What I like about the paper is that is provides a unifying theory for various stability notions that have been discussed in the literature. One common thread that existing algorithms were known to have is post-hoc generalization, but it was later proved that this notion does not compose adaptively, meaning that, if individual algorithms prevent overfitting in the sense of post-hoc generalization, combining them may permit overfitting. The current notion, LSS, composes adaptively, similarly to differential privacy (DP). However, LSS is proved to be weaker than DP, but still sufficient to guarantee generalization. This proof is given via the monitor argument of Bassily et al. Under no further modeling of the general problem of adaptive data analysis, from previous results in the area we know that sqrt(k)/epsilon^2 samples are sufficient and necessary for generalization, where k is the number of queries and epsilon is the target accuracy, and we know differential privacy can guarantee this complexity, so I am not sure about direct practical implications of this work. For now I see the advantages as being primarily of theoretical nature, however the possible directions given in Section 5 sound promising. In Definition 2.1., is there a specific reason why total variation distance is used? Could similar results have been proved with a different distance between distributions? I’m not sure how to reason about the alpha_i sequence in Theorem 2.7 (this has to interplay somehow with the sample accuracy requirement, and without an explicit mechanism it’s hard to analyze this trade-off). That aside, I don’t completely agree with the comment made just below, that the theorem is non-trivial for alpha_i <= epsilon_i. In particular, if alpha_i = epsilon_i, then the result is strictly worse than that of Theorem 2.7? The main weakness of this paper is that it is not clear what the space of LSS mechanisms is. It possibly allows mechanisms that give us all the benefits of DP, but circumvent other issues (or under some modeling assumptions they might even outperform DP). But currently the definition is too general to see explicit mechanisms. (Since the mechanisms don’t know the prior data distribution, it’s hard to see how to guarantee LSS.) 

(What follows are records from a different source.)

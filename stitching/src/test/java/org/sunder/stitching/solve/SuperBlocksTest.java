package org.sunder.stitching.solve;

import static org.junit.jupiter.api.Assertions.assertArrayEquals;
import static org.junit.jupiter.api.Assertions.assertEquals;
import static org.junit.jupiter.api.Assertions.assertThrows;

import java.io.ByteArrayInputStream;
import java.io.ByteArrayOutputStream;
import java.io.IOException;
import java.io.ObjectInputStream;
import java.io.ObjectOutputStream;
import java.util.Random;
import org.junit.jupiter.api.Test;
import org.sunder.blockwise.grid.BlockGrid;
import org.sunder.blockwise.grid.IdLayout;

/**
 * {@link SuperBlocks#partOfNode}, whose per-level tables are made on first use, against the
 * definition worked out here apart: a block at grid position {@code g} lies in the super-block
 * at {@code g / factor^level} per axis, numbered with axis 0 fastest over
 * {@code ceil(shape / factor^level)} super-blocks per axis.
 */
class SuperBlocksTest {
  private static int reference(long[] position, long[] gridShape, int factor, int level) {
    long span = (long) Math.pow(factor, level);
    long index = 0;
    long stride = 1;
    for (int d = 0; d < gridShape.length; d++) {
      index += position[d] / span * stride;
      stride *= (gridShape[d] + span - 1) / span;
    }
    return (int) index;
  }

  private static BlockGrid randomGrid(Random random) {
    long[] volume = new long[3];
    int[] block = {4, 4, 2};
    for (int d = 0; d < 3; d++) {
      volume[d] = block[d] * (1 + random.nextInt(9)) - random.nextInt(block[d]);
    }
    return BlockGrid.of(volume, block, block, new int[] {1, 1, 1});
  }

  @Test
  void partOfNodeMatchesTheDefinitionAtEveryLevelInAnyOrder() {
    Random random = new Random(61);
    for (int trial = 0; trial < 20; trial++) {
      BlockGrid grid = randomGrid(random);
      IdLayout layout = IdLayout.forGrid(grid);
      int factor = 2 + random.nextInt(2);
      SuperBlocks superBlocks = new SuperBlocks(grid, layout, factor);
      for (int query = 0; query < 400; query++) {
        int level = random.nextInt(6);
        int b = random.nextInt(grid.blockCount());
        long node = layout.provisional(b, 1 + random.nextInt(30));
        int expected = reference(grid.gridPosition(b), grid.gridShape(), factor, level);
        assertEquals(expected, superBlocks.partOfNode(node, level),
            "trial " + trial + ", block " + b + ", level " + level);
        assertEquals(expected, superBlocks.partOfBlock(b, level));
      }
    }
  }

  @Test
  void aDeserializedCopyAnswersTheSame() throws IOException, ClassNotFoundException {
    Random random = new Random(67);
    BlockGrid grid = randomGrid(random);
    IdLayout layout = IdLayout.forGrid(grid);
    SuperBlocks superBlocks = new SuperBlocks(grid, layout, 2);
    superBlocks.partOfNode(layout.provisional(0, 1), 2);
    ByteArrayOutputStream bytes = new ByteArrayOutputStream();
    try (ObjectOutputStream out = new ObjectOutputStream(bytes)) {
      out.writeObject(superBlocks);
    }
    SuperBlocks copy;
    try (ObjectInputStream in =
        new ObjectInputStream(new ByteArrayInputStream(bytes.toByteArray()))) {
      copy = (SuperBlocks) in.readObject();
    }
    for (int level = 0; level < 4; level++) {
      int[] expected = superBlocks.partsOfBlocks(level);
      int[] actual = new int[grid.blockCount()];
      for (int b = 0; b < actual.length; b++) {
        actual[b] = copy.partOfNode(layout.provisional(b, 1), level);
      }
      assertArrayEquals(expected, actual, "level " + level);
    }
  }

  @Test
  void aNegativeLevelIsRefused() {
    BlockGrid grid = randomGrid(new Random(71));
    SuperBlocks superBlocks = new SuperBlocks(grid, IdLayout.forGrid(grid), 2);
    assertThrows(IllegalArgumentException.class, () -> superBlocks.partOfNode(0, -1));
  }
}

I wonder if this setup can be used to say something when the prior of the adversary is off. Currently it’s assumed that the prior is the actual data distribution, but does this framework allow saying something about overfitting if we know how much the adversary’s prior deviates from the true one? Minor comment: Is there a reason why sequences in X^n (possibly non-iid samples) are considered? I didn’t see any motivation for non-iid data sets, however considering a distribution over sequences seemed to make notation and discussion unnecessarily more complicated at times. Overall I think the paper gives some interesting theoretical insights. It’s hard to see at this point what its practical implications might be. Post-feedback: I thank the authors for clarifying some confusions that I had, and I'm happy to see the authors are also thinking of novel mechanisms, as suggested in the reviews. I think this paper makes a good theoretical contribution and I still recommend acceptance.